[Input for this task Boundary: Start]
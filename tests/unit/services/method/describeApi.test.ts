import { describe, expect, it } from 'vitest';
import { ROUTES } from '#src/http/routes.ts';
import { CALCULATOR_NAMES } from '#src/schemas/method/calculatorNames.ts';
import { describeApi } from '#src/services/openapi/describeApi.ts';

interface Described {
  openapi: string;
  paths: Record<string, Record<string, { requestBody?: { content: Record<string, { schema: object }> } }>>;
}
const described = (await describeApi(ROUTES, 'http://127.0.0.1:4321')) as Described;

/** The paths that stand for a pattern of the registry. */
const pathsOf = (pattern: string): string[] =>
  pattern === '/api/method/[name]'
    ? CALCULATOR_NAMES.map((name) => `/api/method/${name}`)
    : [pattern.replace(/\[(?:\.\.\.)?(\w+)\]/g, '{$1}')];

describe('the description of the API', () => {
  it('holds every route of the API, and nothing else', () => {
    const api = ROUTES.filter(({ kind }) => kind === 'api');
    const expected = api.flatMap(({ method, pattern }) =>
      pathsOf(pattern).map((path) => `${method.toLowerCase()} ${path}`),
    );
    const found = Object.entries(described.paths).flatMap(([path, methods]) =>
      Object.keys(methods).map((method) => `${method} ${path}`),
    );
    expect(found.sort()).toEqual(expected.sort());
  });

  it.each(CALCULATOR_NAMES)('gives the request of %s field by field', (name) => {
    const { schema } = described.paths[`/api/method/${name}`]!['post']!.requestBody!.content['application/json']!;
    expect(schema).toMatchObject({ type: 'object', additionalProperties: false });
    // A part without a type would say nothing of what may be sent.
    const empty = JSON.stringify(schema).match(/"\w+":\{\}/g);
    expect(empty).toBeNull();
  });

  it('fails on a route that nobody described', async () => {
    const route = { pattern: '/api/new', method: 'POST', access: 'public', kind: 'api' } as const;
    await expect(describeApi([route], 'http://127.0.0.1')).rejects.toThrow('POST /api/new has no description');
  });
});
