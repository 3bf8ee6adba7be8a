import { handlePublic } from '#src/http/handle.ts';
import { ROUTES } from '#src/http/routes.ts';
import { describeApi } from '#src/services/openapi/describeApi.ts';

export const GET = handlePublic(async ({ site, url }) => describeApi(ROUTES, (site ?? url).origin));
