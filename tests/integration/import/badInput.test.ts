import { join } from 'node:path';
import pg from 'pg';
import { describe, expect, it } from 'vitest';
import { useTestDatabase } from '#tests/config/testDatabase.ts';
import { importFrom, withFolder } from '#tests/integration/import/inFolder.ts';

const database = useTestDatabase();
const count = async (sql: string): Promise<number> => {
  const client = new pg.Client({ connectionString: database().superuserUrl });
  await client.connect();
  try {
    const { rows } = await client.query<{ count: string }>(sql);
    return Number(rows[0]?.count ?? 0);
  } finally {
    await client.end();
  }
};

const LIST = 'First name,Surname,Date of birth,Sex,Plays\nAmara,Novak,08/07/2012,F,R\nVesna,Okafor,16/12/2013,M,L\n';
const TRIALS = [
  'Athlete,Test,Leg,Trial,Result,Unit',
  ...['Amara Novak', 'Vesna Okafor'].flatMap((name) =>
    ['left', 'right'].flatMap((leg) => [1, 2, 3].map((n) => `${name},Single-leg hop,${leg},${n},1.4${n},m`)),
  ),
].join('\n');

describe('a folder that cannot be used', () => {
  it.each<{ why: string; files: Record<string, string | Buffer> | null; says: string }>([
    { why: 'there is none', files: null, says: 'There is no folder' },
    { why: 'without a table', files: { 'a.pdf': 'x' }, says: 'There is no CSV file in' },
    { why: 'without a list of athletes', files: { 'battery_2026-01-01.csv': TRIALS }, says: 'is a list of athletes' },
    {
      why: 'with a list that cannot be read',
      files: { 'list.csv': Buffer.from('First name,Sur\u0000name\n') },
      says: '(list.csv, row 1: not text',
    },
    {
      why: 'with a list of nobody',
      files: { 'list.csv': 'First name,Surname,Date of birth,Sex\nA,B,30/02/2012,F\n' },
      says: 'No athlete of list.csv can be read: row 2, “30/02/2012” is no date',
    },
  ])('says so: $why', async ({ files, says }) => {
    const run = () =>
      files === null
        ? importFrom(join('/nowhere', 'at-all'), 'Nowhere')
        : withFolder(files, (folder) => importFrom(folder, 'Nowhere'));
    await expect(run()).rejects.toThrow(says);
    expect(await count(`select count(*) from academy where name = 'Nowhere'`)).toBe(0);
  });

  it('is not mixed into an academy of the same name with other athletes', async () => {
    await withFolder({ 'list.csv': LIST, 'battery_2026-01-01.csv': TRIALS }, (folder) => importFrom(folder, 'Taken'));
    const others = 'Name,Born,Sex\nJo Bloggs,25/05/2012,F\n';
    await withFolder({ 'list.csv': others }, async (folder) => {
      await expect(importFrom(folder, 'Taken')).rejects.toThrow('An academy called “Taken” is here already');
    });
    expect(await count(`select count(*) from athlete where family_name = 'Bloggs'`)).toBe(0);
  });
});

describe('files that cannot be read', () => {
  it('are refused with row and column, and the rest goes on', async () => {
    const files = {
      'list.csv': LIST,
      'battery_2026-01-10.csv': TRIALS,
      'quote.csv': 'Athlete,Test\n"Amara,Push\n',
      'picture.csv': Buffer.from([0x89, 0x50, 0x4e, 0x47, 0, 0, 0]),
      'notes.csv': 'just,some,thing\n1,2,3\n',
      'driver_2026-01-11.csv': 'Player,Club,Carry,Ball speed (mph)\nAmara Novak,Driver,150,100\n',
      'ground/Novak_Amara_2026-01-11_swing1.csv': `# top=1 s\ntime s,left N,right N\n0.00,1,2\n0.01,1\n${'0.02,1,2\n'.repeat(40)}`,
      'sheet.xlsx': 'PK',
    };
    const { summary, lines } = await withFolder(files, (folder) => importFrom(folder, 'Mixed'));
    expect(summary.trials).toEqual({ taken: 12, void: 0, asked: 0, refused: 0 });
    expect(summary.traces).toEqual({ taken: 0, refused: 1 });
    const about = (file: string) =>
      lines
        .filter((line) => line.file === file)
        .map(({ row, column, verdict, reason }) => ({ row, column, verdict, reason }));
    expect(about('quote.csv')).toEqual([
      { row: 2, column: 1, verdict: 'refused', reason: 'a quotation mark is never closed' },
    ]);
    expect(about('picture.csv')[0]).toMatchObject({ row: 1, column: 1, verdict: 'refused' });
    expect(about('notes.csv')[0]).toMatchObject({ verdict: 'refused', reason: expect.stringContaining('headings') });
    expect(about('driver_2026-01-11.csv')[0]).toMatchObject({
      row: 1,
      column: 3,
      reason: expect.stringContaining('no unit'),
    });
    expect(about('ground/Novak_Amara_2026-01-11_swing1.csv')).toEqual([
      { row: 4, column: 3, verdict: 'refused', reason: 'a sample is missing: the file may be cut off' },
    ]);
    expect(about('sheet.xlsx')).toEqual([{ row: 0, column: 0, verdict: 'left out', reason: 'not a table of text' }]);
  });
});

describe('rows that cannot be taken', () => {
  it('are refused one by one, duplicates among them, in a copied file too', async () => {
    const more = [
      'Nobody Known,Single-leg hop,left,1,1.3,m',
      'Amara Novak,Single-leg hop,left,1,1.41,m',
      'Amara Novak,Single-leg hop,left,2,1.99,m',
      'Amara Novak,Single-leg hop,left,4,99,m',
      'Amara Novak,Single-leg hop,left,5,14.1,m',
      'Amara Novak,Single-leg hop,left,6,0.7,m',
    ].join('\n');
    const files = {
      'list.csv': LIST,
      'battery_2026-01-10.csv': `${TRIALS}\n${more}\n`,
      'copy of battery_2026-01-10.csv': `${TRIALS}\n${more}\n`,
      'growth.csv':
        'date,athlete,height cm,mass kg\n2026-01-10,Amara Novak,150,40\n2026-01-10,Amara Novak,150,40\n2026-01-10,Vesna Okafor,1500,40\n2012-01-01,Vesna Okafor,150,40\n',
    };
    const { summary, lines } = await withFolder(files, (folder) => importFrom(folder, 'Doubled'));
    expect(summary.trials).toEqual({ taken: 12, void: 0, asked: 2, refused: 4 + 18 });
    expect(summary.growth).toEqual({ taken: 1, refused: 3 });
    const reasons = lines.filter(({ file, kind }) => kind === 'trials' && !file.startsWith('copy')).slice(-6);
    expect(reasons.map(({ verdict, reason }) => [verdict, reason])).toEqual([
      ['refused', 'no athlete is called “Nobody Known”'],
      ['refused', 'the same trial a second time'],
      ['refused', 'another value for the same trial stands before it'],
      ['refused', 'outside what the test can give'],
      ['asked', 'looks ten times too high'],
      ['asked', '0.48 times the median it is compared with'],
    ]);
    expect(
      lines.filter(({ kind, verdict }) => kind === 'growth' && verdict === 'refused').map(({ reason }) => reason),
    ).toEqual([
      'the same measure a second time',
      'a height of 15.00 m is outside 0.8 to 2.3 m',
      'on 2012-01-01 the athlete was not born: a wrong date',
    ]);
  });
});

describe('an import that fails', () => {
  it('leaves nothing of that date behind, and goes on when run again', async () => {
    await withFolder({ 'list.csv': LIST }, (folder) => importFrom(folder, 'Broken'));
    const trials = `select count(*) from trial t join academy a on a.id = t.academy_id where a.name = 'Broken'`;
    const days = `select count(*) from testing_day t join academy a on a.id = t.academy_id where a.name = 'Broken'`;
    const files = { 'list.csv': LIST, 'battery_2026-01-10.csv': TRIALS };
    await count(`update policy_version set academy_id = (select id from academy where name = 'Taken'), version = 99
      where academy_id = (select id from academy where name = 'Broken')`);
    await withFolder(files, async (folder) => {
      await expect(importFrom(folder, 'Broken')).rejects.toThrow('The academy has no policy yet');
      expect([await count(trials), await count(days)]).toEqual([0, 0]);
      await count(`update policy_version set academy_id = (select id from academy where name = 'Broken'), version = 1
        where version = 99`);
      const { summary } = await importFrom(folder, 'Broken');
      expect(summary.trials.taken).toBe(12);
      expect(await count(trials)).toBe(12);
    });
  });
});

describe('another season', () => {
  it('is read by what it says: other words, units, marks, orders and layouts', async () => {
    const swing = Array.from(
      { length: 800 },
      (_, i) => `${5000 + i * 2}\t${(20 + (i % 3)).toFixed(1)}\t${(19 + (i % 2)).toFixed(1)}`,
    );
    const files = {
      'people.txt': Buffer.from(
        `\ufeffName\tGender\tBorn\tHand\tGroup\nNovák, Amara\tGirl\t7/8/2012\tRH\tDunlin\nOkafor, Vesna\tBoy\t12/16/2013\tLH\tCurlew\n`,
        'utf16le',
      ),
      'a/sheet.csv': Buffer.from(
        'Hall testing;\nComments;Attempt;Player;Limb;Exercise;Measured;Tested on\nSLIPPED;Trial 1;NOVAK Amara;L;Hop for distance, SL;1,41 m;1/17/2026\n;Trial 2;A. Nov\u00e1k;lead;Hop for distance, SL;55,5 in;1/17/2026\nComments;Attempt;Player;Limb;Exercise;Measured;Tested on\n;Trial 1;V. Okafor;lead;ISO push;1 041,5 N;1/17/2026\n;;Squad mean;;;1,4 m;\n\n',
        'latin1',
      ),
      'x_17.05.2026.csv':
        'Player,Left CMJ trial 1 [mm],Right CMJ trial 1 [mm],CMJ mean [mm]\n"Novak, Amara",141,-,141\n',
      'bodies.csv': 'Date,Player,Body mass,Height (in)\n1/17/2026,Amara Novak,95.7 lbs,61\n',
      'weather.txt': 'Day|Temp (°F)|Barometer inHg|Head wind mph|Venue\n18 May 2026|50|30|2|Range\n',
      'launch/export.csv':
        'Session;5/18/2026\nGolfer;Club name;Spin rate (rpm);Carry distance (ft);Ball velocity [km/h];Clubhead speed [km/h];Launch ang (deg)\nAmara Novak;DR;2.533;450,5;190,1;133,2;11,2\nAmara Novak;7i;5.900;300,5;140,1;105,2;18,2\nAmara Novak;Mean;;;;;\n',
      'tr/1.tsv': `athlete: Vesna Okafor\ndate: 18 May 2026\nTakeaway: 5200 ms\nTop of backswing: 5980 ms\nLead arm parallel: 6130 ms\nBall contact: 6240 ms\nTime (ms)\tLead Fz (kgf)\tTrail Fz (kgf)\n${swing.join('\n')}`,
    };
    const { summary, lines } = await withFolder(files, (folder) => importFrom(folder, 'Other'));
    expect(lines.filter(({ verdict }) => verdict === 'refused')).toEqual([]);
    expect(summary).toMatchObject({
      athletes: 2,
      trials: { taken: 3, void: 1, asked: 0, refused: 0 },
      growth: { taken: 1, refused: 0 },
      sessions: 1,
      shots: { taken: 1, excluded: 0, otherClubs: 1, refused: 0 },
      traces: { taken: 1, refused: 0 },
    });
    const client = new pg.Client({ connectionString: database().superuserUrl });
    await client.connect();
    const trials = await client.query(
      `select family_name, held_on::text, test.key, side::text, attempt, value_si from trial
       join testing_day d on d.id = testing_day_id join athlete a on a.id = athlete_id join test on test.id = test_id
       join academy on academy.id = trial.academy_id where academy.name = 'Other' order by value_si`,
    );
    const session = await client.query(
      `select held_on::text, place, temperature_c, wind_mps from driver_session s
       join academy on academy.id = s.academy_id where academy.name = 'Other'`,
    );
    await client.end();
    expect(trials.rows).toEqual([
      // By hand: 141 mm; 55.5 × 0.0254 m; Amara plays right, so lead is left; Vesna plays left, so lead is right.
      {
        family_name: 'Novák',
        held_on: '2026-05-17',
        key: 'jump',
        side: 'left',
        attempt: 1,
        value_si: expect.closeTo(0.141, 9),
      },
      {
        family_name: 'Novák',
        held_on: '2026-01-17',
        key: 'hop',
        side: 'left',
        attempt: 2,
        value_si: expect.closeTo(1.4097, 9),
      },
      { family_name: 'Novák', held_on: '2026-01-17', key: 'hop', side: 'left', attempt: 1, value_si: 1.41 },
      { family_name: 'Okafor', held_on: '2026-01-17', key: 'push', side: 'right', attempt: 1, value_si: 1041.5 },
    ]);
    // By hand: 50 °F = 10 °C; a head wind of 2 mph = −0.89408 m/s along the ball.
    expect(session.rows).toEqual([
      {
        held_on: '2026-05-18',
        place: 'Range',
        temperature_c: expect.closeTo(10, 9),
        wind_mps: expect.closeTo(-0.89408, 9),
      },
    ]);
  });
});
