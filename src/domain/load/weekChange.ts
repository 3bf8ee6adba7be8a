import { requireFiniteList } from '#src/domain/statistics/requireFiniteList.ts';

/** Loads of consecutive weeks in any unit, each ≥ 0, the newest last. */
export interface WeekChangeInput {
  weeks: readonly number[];
}

/** Change of the newest week on the one before, per cent; null with its reason where it is undefined. */
export interface WeekChange {
  changePct: number | null;
  reason: string | null;
}

/**
 * Change of the newest week's load on the week before, `100·(new − old)/old`. Shown instead of a ratio of acute to
 * chronic load, which couples with itself (Lolli 2019, BJSM 53:921).
 *
 * @param input at least one week
 * @throws {RangeError} if there is no week, or a load is negative or not finite
 * @example weekChange({ weeks: [1200, 1360] }).changePct // → 13.3333
 */
export function weekChange({ weeks }: WeekChangeInput): WeekChange {
  requireFiniteList('weekChange', weeks);
  const negative = weeks.find((load) => load < 0);
  if (negative !== undefined) throw new RangeError(`weekChange requires loads ≥ 0, got ${negative}`);
  const newest = weeks.at(-1)!;
  const before = weeks.at(-2);
  if (before === undefined) return { changePct: null, reason: 'one week only: nothing to compare with' };
  if (before === 0) return { changePct: null, reason: 'the week before is 0: a change in per cent is undefined' };
  return { changePct: (100 * (newest - before)) / before, reason: null };
}
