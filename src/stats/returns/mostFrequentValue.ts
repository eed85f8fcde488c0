/** The value that occurs most often, by exact equality, and how often; not for an empty array. */
export const mostFrequentValue = (
  values: Float64Array,
): { readonly value: number; readonly count: number } => {
  const sorted = values.slice().sort();
  let value = sorted[0] as number;
  let count = 0;
  let run = 0;
  for (let index = 0; index < sorted.length; index += 1) {
    run = index > 0 && sorted[index] === sorted[index - 1] ? run + 1 : 1;
    if (run > count) {
      count = run;
      value = sorted[index] as number;
    }
  }
  return { value, count };
};
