import { setFlagsFromString } from 'node:v8';
import { runInNewContext } from 'node:vm';
import { parentPort, workerData } from 'node:worker_threads';
import { openFiles } from '../openFeed.ts';
import type { ReadingJob, ReadingOutcome } from './openInThread.ts';

const collectEveryMs = 20;

/**
 * Each piece of a result holds memory that the engine does not count, behind an object that is too small for it to
 * collect soon. Collecting the young objects every so often halves the peak and costs a hundredth of the time.
 */
const collectOften = (): void => {
  setFlagsFromString('--expose-gc');
  const collect: unknown = runInNewContext('gc');
  if (typeof collect === 'function') setInterval(() => collect({ type: 'minor' }), collectEveryMs).unref();
};

/** The one task of a reading thread: to read, check and sort, and to hand the columns over as shared memory. */
collectOften();
const { files, settings, nowMs }: ReadingJob = workerData;
const outcome = await openFiles(files, settings, nowMs);
const message: ReadingOutcome = outcome.ok
  ? {
      ok: true,
      columns: outcome.value.columns,
      report: outcome.value.report,
      holidays: outcome.value.holidays,
    }
  : outcome;
parentPort?.postMessage(message);
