import { setFlagsFromString } from 'node:v8';
import { runInNewContext } from 'node:vm';
import { parentPort, workerData } from 'node:worker_threads';
import { openFiles } from '../openFeed.ts';
import type { ReadingJob, ReadingOutcome } from './openInThread.ts';

/** Lets this thread collect what it leaves behind, which the engine by itself does too seldom. */
const layCollectorOpen = (): void => {
  setFlagsFromString('--expose-gc');
  globalThis.gc = runInNewContext('gc');
};

/** The one task of a reading thread: to read, check and sort, and to hand the columns over as shared memory. */
layCollectorOpen();
const { files, settings, nowMs }: ReadingJob = workerData;
const outcome = await openFiles(files, settings, nowMs);
const message: ReadingOutcome = outcome.ok
  ? {
      ok: true,
      columns: outcome.value.columns,
      report: outcome.value.report,
      holidays: outcome.value.holidays,
    }
  : outcome;
parentPort?.postMessage(message);
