import { describe, expect, test } from 'vitest';
import { homeReply, homeView } from '../../../src/present/views/homePage.ts';
import { createConverse } from '../../../src/workspaces/converse.ts';
import { everythingAllowed, type Verdict } from '../../../src/workspaces/permissions.ts';
import { createHome } from '../../../src/workspaces/surfaces/home.ts';
import { brokenStore, recordsInMemory } from '../../doubles/records.ts';
import { demoDesk } from '../../e2e/demoDesk.ts';

const from = { team: 'T1', channel: null, person: 'U1', message: null, thread: null };
const asker = { place: 'direct' as const, from };
const inChannel = { place: 'channel' as const, from: { ...from, channel: 'C1', message: '1.5' } };

describe('the home of a person', () => {
  test('holds their digests twenty a page, and their own answers alone', async () => {
    const desk = await demoDesk();
    const converse = createConverse(desk);
    for (let made = 0; made < 23; made += 1)
      await converse.ask({ text: 'digest sessions 08:30 KELP', ...inChannel });
    await converse.ask({ text: 'interval KELP', ...inChannel });
    await converse.ask({ text: 'shape TARN', ...inChannel, from: { ...inChannel.from, person: 'U2' } });
    const home = createHome(desk);
    const [first, second, beyond] = [
      await home(asker, 0, null),
      await home(asker, 1, null),
      await home(asker, 9, null),
    ];
    expect([first.subscriptions.length, second.subscriptions.length, second.subscriptionCount]).toEqual([
      20, 3, 23,
    ]);
    expect(beyond.page).toBe(1);
    expect(first.recent.map(({ question }) => question)).toEqual(['interval KELP 60d at 95%']);
    expect((await home({ ...asker, from: { ...from, person: 'U3' } }, 0, null)).subscriptionCount).toBe(0);
  });

  test('leaves out answers that may not be read there', async () => {
    const desk = await demoDesk(true, {
      permissions: { ...everythingAllowed, mayRead: (_, { verb }) => verb !== 'interval' },
    });
    const converse = createConverse(desk);
    await converse.ask({ text: 'interval KELP', ...inChannel });
    await converse.ask({ text: 'interval vol KELP\nclaim KELP 20bp', ...inChannel });
    expect((await createHome(desk)(asker, 0, null)).recent.map(({ question }) => question)).toEqual([
      'claim KELP 20bp 60d at 95%',
    ]);
  });

  test.each([
    [{ ok: false, silent: true, message: '' }, 'Nothing is shown here.'],
    [{ ok: false, silent: false, message: 'Members only.' }, 'Members only.'],
  ] satisfies readonly (readonly [Verdict, string])[])(
    'of who is not answered tells nothing: %j',
    async (verdict, words) => {
      const desk = await demoDesk(true, { permissions: { ...everythingAllowed, mayAsk: () => verdict } });
      const page = await createHome(desk)(asker, 0, null);
      expect(homeView(page).blocks).toEqual([
        { type: 'section', text: { type: 'plain_text', text: words, emoji: false } },
      ]);
      expect(homeReply(page).sentence).toBe(words);
      expect(homeReply(page).passages).toEqual([]);
    },
  );

  test('says of the prices no more than may be asked', async () => {
    const mayAsk = (_: unknown, verb: string): Verdict =>
      verb === 'feed' ? { ok: false, silent: false, message: 'Not that here.' } : { ok: true };
    const desk = await demoDesk(true, { permissions: { ...everythingAllowed, mayAsk } });
    expect(await createHome(desk)(asker, 0, null)).toMatchObject({
      barred: null,
      feed: 'Not that here.',
      stale: null,
    });
  });

  test('says what is missing where the store is in trouble', async () => {
    const desk = { ...(await demoDesk()), records: await recordsInMemory({ store: { ...brokenStore } }) };
    expect((await createHome(desk)(asker, 0, null)).troubles).toEqual([
      'The store of records cannot be used.',
    ]);
  });
});
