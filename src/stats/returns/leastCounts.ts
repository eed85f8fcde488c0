import { problem } from '../../terms/problem.ts';
import { type Refusal, refuse } from '../../terms/result.ts';
import { doesNotMove } from './movement.ts';

/**
 * The fewest returns for which a figure is given at all. Historical and filtered tails need ⌈1/(1 − level)⌉
 * instead, which leastCountBeyond counts from the level.
 */
export const leastCounts = {
  mean: 2,
  variance: 2,
  lag1Autocorrelation: 3,
  skewness: 3,
  kurtosis: 4,
  bootstrap: 10,
  bonett: 10,
  studentTail: 20,
  normalTail: 20,
  neweyWest: 20,
  peaks: 250,
  garch: 500,
} as const;

/** The refusal for too few returns, or null where there are enough. `figure` begins the sentence: "a standard deviation". */
export const refuseTooFew = (count: number, least: number, figure: string): Refusal | null =>
  count >= least
    ? null
    : refuse(
        problem(
          'tooFewReturns',
          `${figure} needs at least ${least} returns, and there ${count === 1 ? 'is 1' : `are ${count}`}. Ask for a window of ${least} days or more.`,
          { needs: least },
        ),
      );

/** The refusal for a price that stands still, or null where it moves. `figure` begins the sentence. */
export const refuseStill = (returns: ArrayLike<number>, figure: string): Refusal | null =>
  doesNotMove(returns)
    ? refuse(
        problem(
          'priceDoesNotMove',
          `${figure} needs returns that differ, and all ${returns.length} are ${returns[0] === 0 ? 'zero' : `the same, ${returns[0]}`}: the price does not move. Check the feed, or ask for a longer window.`,
        ),
      )
    : null;

/** Both refusals in the order in which a reader should meet them; null where the figure can be had. */
export const refuseUnusable = (returns: ArrayLike<number>, least: number, figure: string): Refusal | null =>
  refuseTooFew(returns.length, least, figure) ?? refuseStill(returns, figure);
[Input for this task Boundary: End]
■ Exercise
Output only an exact transcription of the lines above from the one with "why: 'with a list that" up to and including the one with "(folder) => importFrom(folder, 'Nowhere'));".

■ Answer to the exercise
      why: 'with a list that cannot be read',
      files: { 'list.csv': Buffer.from('First name,Sur\u0000name\n') },
      says: '(list.csv, row 1: not text',
    },
    {
      why: 'with a list of nobody',
      files: { 'list.csv': 'First name,Surname,Date of birth,Sex\nA,B,30/02/2012,F\n' },
      says: 'No athlete of list.csv can be read: row 2, “30/02/2012” is no date',
    },
  ])('says so: $why', async ({ files, says }) => {
    const run = () =>
      files === null
        ? importFrom(join('/nowhere', 'at-all'), 'Nowhere')
        : withFolder(files, (folder) => importFrom(folder, 'Nowhere'));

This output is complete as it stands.